# Workflow

1. Download the data dump (a pair of files pair language)
2. Process the data dump to a structured format
3. Download pageviews data
4. Process pageviews data to a structured format per language
5. Merge pageviews and wiki data
6. Filter to articles we want to keep for embedding
    - Use the pageviews data as a proxy for importance/relevance
7. Embed the articles
8. Store the embeddings


### 1 Downloading the data dumps
Example pair of files for Icelandic wikipedia:
    - iswiki-20240901-pages-articles-multistream.xml.bz2
        - Contains the actual wiki articles
    - iswiki-20240901-pages-articles-multistream-index.txt.bz2
        - Contains the offsets of the articles in the xml file.

### 2 Process the data dump to a structured format
This is done in the script `src/wikipedia/multiprocess_large_wiki_dump.py`

We opt for a duckdb database file per language as the output of this step. 

A simple .parquet file for a pandas dataframe could be used for small languages, but the larger languages would simply not fit into memory.

### 3 Download pageviews data
Basically, we get some sort of simple time series data per month. 

 - Each pageviews dump file contains data for a single month.
 - Each pageviews dump file has the data for all the languages.
 - Each page appears multiple times in the file (once per day I think)

### 4 Process pageviews data to a structured format
This is done in the script `src/wikipedia/process_pageviews.py`
2 things done here:
 - Extract the data for the languages we want to keep
 - Aggregate the data to a monthly level instead of daily

### 5 & 6 Merge pageviews and wiki data and do filtering
This is done with a notebook. 

E.g. 
`notebooks/wikipedia_embeddings_clean/05_english_final_filtering.ipynb`


### 7 & 8 Embed the articles and store the embeddings
This is done with a notebook.

E.g. 
`notebooks/wikipedia_embeddings_clean/07_english_embed.ipynb`




---

# Offical data dumps

Wikipedia has an official data dump site: https://dumps.wikimedia.org/

A mirror site for e.g. the latest septemper data dump for the Icelandic wikipedia is:  
https://mirror.accum.se/mirror/wikimedia.org/dumps/iswiki/20240901/

Look for the file: 	
- basic data dump: iswiki-20240901-pages-articles.xml.bz2 
- with metadata: iswiki-20240901-pages-meta-current.xml.bz2
- with multistream: 
    - iswiki-20240901-pages-articles-multistream.xml.bz2
    - iswiki-20240901-pages-articles-multistream-index.txt.bz2

**PageViews data**
 - https://dumps.wikimedia.org/other/pageview_complete/readme.html
 - https://dumps.wikimedia.org/other/pageviews/
    - some doc: https://meta.wikimedia.org/wiki/Research:Page_view
 - Also pageviews complete:
    https://dumps.wikimedia.org/other/pageview_complete/2024/2024-09/


## Previous work by others

 - https://upstash.com/blog/indexing-wikipedia   
    - References:
    - https://github.com/earwig/mwparserfromhell
    - https://huggingface.co/datasets/wikimedia/wikipedia/blob/script/wikipedia.py


---

# Pageviews as a proxy for importance

After looking into ways to estimate the importance of wikipedia pages, it seems that pageviews is the best proxy for importance.  

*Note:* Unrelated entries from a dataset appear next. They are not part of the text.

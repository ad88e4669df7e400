/**
 * An earlier axis brought up to date from few lines: its offset, or offset and scale. Curvature, and its covariance, stay the earlier axis'.
 *
 * Model        what stood at pixel q stands at p now, q = p + offset + scale (p - centre), lambda(p) = earlier(q). A grating turned a little
 *              and a detector moved or stretched by temperature both do this, and the curvature moves along with the lines
 * Solution     generalised least squares: the residuals' covariance is that of the lines and of the earlier axis together, so that lines where the
 *              earlier axis was vague count less; Gauss-Newton, for a shift of many pixels meets another dispersion
 * Covariance   offset and scale are known as far as the lines tell; the part of the earlier axis' uncertainty that offset and scale take up
 *              cancels, the rest (curvature) stays. Beyond the lines it grows as it must
 * Scatter      where the lines scatter more than chance allows one variance that all share is added, as in a full fit
 * Needs        one line for the offset, two different ones for offset and scale; with fewer the scale stays too, and says so
 */
import type { Dispersion, PixelAxis } from "../analysis/types.ts";
import { chebyshevArgument, chebyshevBasis } from "../numeric/chebyshev.ts";
import { chiSquareUpperTail, studentQuantile } from "../numeric/distributions.ts";
import { axisNm, axisSlope, isMonotonic } from "./axis.ts";
import { chebyshevTerms } from "./chebyshev-terms.ts";
import { describeAxis } from "./describe-axis.ts";
import {
  type DispersionOptions,
  type DispersionPoint,
  type DispersionRefusal,
  type FittedDispersion,
  scatterLevel,
} from "./fit-dispersion.ts";

const rounds = 50;
/** Rejection: chance that any good line is rejected, share of the lines that may go, degrees of freedom there must be. */
const rejectionLevel = 0.01;
const rejectableShare = 0.2;
const leastFreedom = 3;
/** The others' variance over what is stated is taken as at least this: uncertainties that are stated too large do happen. */
const leastScatter = 1e-3;
/** Two lines tell a scale when they lie this share of the axis apart. */
const leastSpan = 0.02;

export type UpdateOptions = Pick<DispersionOptions, "firstPosition" | "lastPosition"> & {
  kind: "offset" | "offset-and-scale";
};

export interface UpdatedDispersion extends FittedDispersion {
  /** A sentence where less was updated than was asked for, or the curvature's uncertainty is not known; else null. */
  remark: string | null;
}

/**
 * Update an axis.
 *
 * @param earlier  its covariance may be unknown (null): then the curvature is taken as exact, and the result says so
 */
export function updateAxis(
  earlier: PixelAxis,
  points: readonly DispersionPoint[],
  options: UpdateOptions,
): UpdatedDispersion | DispersionRefusal {
  for (const point of points) {
    const isFinite = Number.isFinite(point.position) && Number.isFinite(point.wavelengthNm);
    if (!isFinite || !(point.positionUnc > 0) || !(point.wavelengthUncNm >= 0)) {
      return refuse("A line's position, wavelength or uncertainty is not a usable number: the axis was not updated.");
    }
  }
  if (points.length === 0) return refuse("No line can be used: the axis was not updated.");
  const used = points.map((_, i) => i);
  let solution = solve(earlier, points, used, options.kind);
  const most = Math.floor(rejectableShare * points.length);
  for (let n = 0; n < most && solution !== null; n++) {
    const worst = mostRemarkable(solution);
    if (worst < 0) break;
    used.splice(worst, 1);
    solution = solve(earlier, points, used, options.kind);
  }
  if (solution === null) {
    return refuse(
      "No shift of the earlier axis brings it to these lines: they are named wrongly, or it is another axis.",
    );
  }
  const { axis } = solution;
  const { firstPosition, lastPosition } = options;
  if (!isMonotonic(axis, Math.min(firstPosition, axis.firstPx), Math.max(lastPosition, axis.lastPx))) {
    return refuse("The updated axis would turn back within the capture, which no grating does. No axis was made.");
  }
  const described = describeAxis(points, options, {
    axis,
    family: "polynomial",
    degree: earlier.coefficients.length - 1,
    degreeChosenBy: "earlier-axis",
    kept: used,
    leverages: solution.leverages,
    unc: solution.unc,
    excessScatterNm: Math.sqrt(solution.excessSquare),
    rejectedBecause: new Map(),
  });
  described.dispersion.update = solution.update;
  return { ...described, remark: remarkOf(solution.update, options.kind) };
}

const refuse = (reason: string): DispersionRefusal => ({ outcome: "refused", reason });

function remarkOf(update: NonNullable<Dispersion["update"]>, asked: UpdateOptions["kind"]): string | null {
  const remarks: string[] = [];
  if (update.kind !== asked)
    remarks.push("The lines lie too close together to tell the scale: only the offset was updated.");
  if (!update.isCurvatureUncKnown) {
    remarks.push(
      "The earlier axis came without its covariance: its curvature was taken as exact, and the stated uncertainty does not hold what is not known of it.",
    );
  }
  return remarks.length > 0 ? remarks.join(" ") : null;
}

interface Solution {
  axis: PixelAxis;
  update: NonNullable<Dispersion["update"]>;
  /** Of each line used. */
  residuals: Float64Array;
  leverages: Float64Array;
  /** Standard uncertainty of each residual before the fit: line, earlier axis and scatter. */
  unc: Float64Array;
  excessSquare: number;
}

/** Gauss-Newton with the scatter found along; null where it does not come to rest on the earlier axis' monotonic part. */
function solve(
  earlier: PixelAxis,
  points: readonly DispersionPoint[],
  used: readonly number[],
  asked: UpdateOptions["kind"],
): Solution | null {
  const m = used.length;
  const centrePx = (earlier.firstPx + earlier.lastPx) / 2;
  const lengthPx = Math.max(earlier.lastPx - earlier.firstPx, 1);
  const at = (k: number): DispersionPoint => points[used[k] as number] as DispersionPoint;
  let low = Number.POSITIVE_INFINITY;
  let high = Number.NEGATIVE_INFINITY;
  for (let k = 0; k < m; k++) {
    low = Math.min(low, at(k).position);
    high = Math.max(high, at(k).position);
  }
  const kind = asked === "offset" || high - low < leastSpan * lengthPx ? "offset" : "offset-and-scale";
  const n = kind === "offset" ? 1 : 2;
  const parameters = [0, 0];
  const axisCovariance = earlier.chebyshevCovariance;
  const size = axisCovariance === null ? 1 : Math.round(Math.sqrt(axisCovariance.length));
  const jacobian = new Float64Array(m * n);
  const residuals = new Float64Array(m);
  const bases = new Float64Array(m * size);
  const own = new Float64Array(m);
  let excessSquare = 0;
  let gls: Gls | null = null;
  let isScatterAsked = false;
  for (let round = 0; round < rounds; round++) {
    for (let k = 0; k < m; k++) {
      const { position, wavelengthNm, positionUnc, wavelengthUncNm } = at(k);
      const q = position + (parameters[0] as number) + (parameters[1] as number) * (position - centrePx);
      const slope = axisSlope(earlier, q);
      residuals[k] = wavelengthNm - axisNm(earlier, q);
      jacobian[k * n] = slope;
      if (n === 2) jacobian[k * n + 1] = slope * (position - centrePx);
      const positionNm = positionUnc * slope * (1 + (parameters[1] as number));
      own[k] = positionNm * positionNm + wavelengthUncNm * wavelengthUncNm;
      bases.set(chebyshevBasis(size - 1, argumentOf(earlier, q)), k * size);
    }
    gls = generalised(jacobian, residuals, covarianceOfLines(own, excessSquare, bases, axisCovariance, m, size), m, n);
    if (gls === null) return null;
    let moved = 0;
    for (let j = 0; j < n; j++) {
      parameters[j] = (parameters[j] as number) + (gls.step[j] as number);
      moved = Math.max(moved, Math.abs(gls.step[j] as number) * (j === 0 ? 1 : lengthPx));
    }
    if (!(Math.abs(parameters[0] as number) < 2 * lengthPx) || !(Math.abs(parameters[1] as number) < 0.5)) return null;
    if (moved > 1e-9) continue;
    const freedom = m - n;
    const isBeyond: boolean =
      freedom > 0 &&
      gls.chiSquare > freedom * (1 + 1e-3) &&
      (isScatterAsked || chiSquareUpperTail(gls.chiSquare, freedom) < scatterLevel);
    if (!isBeyond) break;
    // Newton's step on chi-squared(tau²) = degrees of freedom.
    isScatterAsked = true;
    excessSquare += (gls.chiSquare - freedom) / gls.chiSquareSlope;
  }
  if (gls === null) return null;
  const [offsetPx, scale] = parameters as [number, number];
  const axis = movedAxis(earlier, gls, own, excessSquare, bases, size, { offsetPx, scale, centrePx, n, m });
  const unc = Float64Array.from(own, (value, k) => Math.sqrt(Math.max(gls.covariance[k * m + k] as number, value)));
  return {
    axis,
    update: {
      kind,
      offsetPx,
      offsetUncPx: Math.sqrt(gls.parameterCovariance[0] as number),
      centrePx,
      scale,
      scaleUnc: n === 2 ? Math.sqrt(gls.parameterCovariance[3] as number) : 0,
      isCurvatureUncKnown: axisCovariance !== null,
    },
    residuals: Float64Array.from(residuals),
    leverages: gls.leverages,
    unc,
    excessSquare,
  };
}

const argumentOf = (axis: PixelAxis, px: number): number =>
  axis.lastPx === axis.firstPx ? 0 : chebyshevArgument(px, axis.firstPx, axis.lastPx);

/** Covariance of the lines' residuals: their own, the shared scatter, and the earlier axis'. */
function covarianceOfLines(
  own: Float64Array,
  excessSquare: number,
  bases: Float64Array,
  axisCovariance: readonly number[] | null,
  m: number,
  size: number,
): Float64Array {
  const covariance = new Float64Array(m * m);
  for (let i = 0; i < m; i++) {
    for (let j = 0; j <= i; j++) {
      let sum = i === j ? (own[i] as number) + excessSquare : 0;
      if (axisCovariance !== null) {
        for (let a = 0; a < size; a++) {
          for (let b = 0; b < size; b++) {
            sum +=
              (bases[i * size + a] as number) *
              (axisCovariance[a * size + b] as number) *
              (bases[j * size + b] as number);
          }
        }
      }
      covariance[i * m + j] = sum;
      covariance[j * m + i] = sum;
    }
  }
  return covariance;
}

interface Gls {
  step: Float64Array;
  /** n x m: the parameters as weighted sums of the residuals. */
  gain: Float64Array;
  parameterCovariance: Float64Array;
  covariance: Float64Array;
  chiSquare: number;
  /** - d chi-squared / d tau². */
  chiSquareSlope: number;
  leverages: Float64Array;
}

Getting the pageviews data is not as straightforward as I thought it would be.  
However, after much digging I found two main ways to get the data. 
 - Data dumps:
    - https://dumps.wikimedia.org/other/pageview_complete/
        - Need to use the monthly files, and preferably at least a year into the past...
 - API:
    - https://wikimedia.org/api/rest_v1/#/Pageviews_data/get_metrics_pageviews
    - https://doc.wikimedia.org/generated-data-platform/aqs/analytics-api/documentation/getting-started.html

The downside of the pageviews in general is that it favors older pages.  
We may want to do something like x amount of pageviews total for the last year or two + new pages (if we can get that data).
Or last edited date. 

API is probably straight forward, can specify range (e.g. 2 years), so no manual work to combine monthly files.  
However for millions of pages this will still take a lot of time, and we need ways to rate limit.  

To get started quickly, the data dump is much faster for me.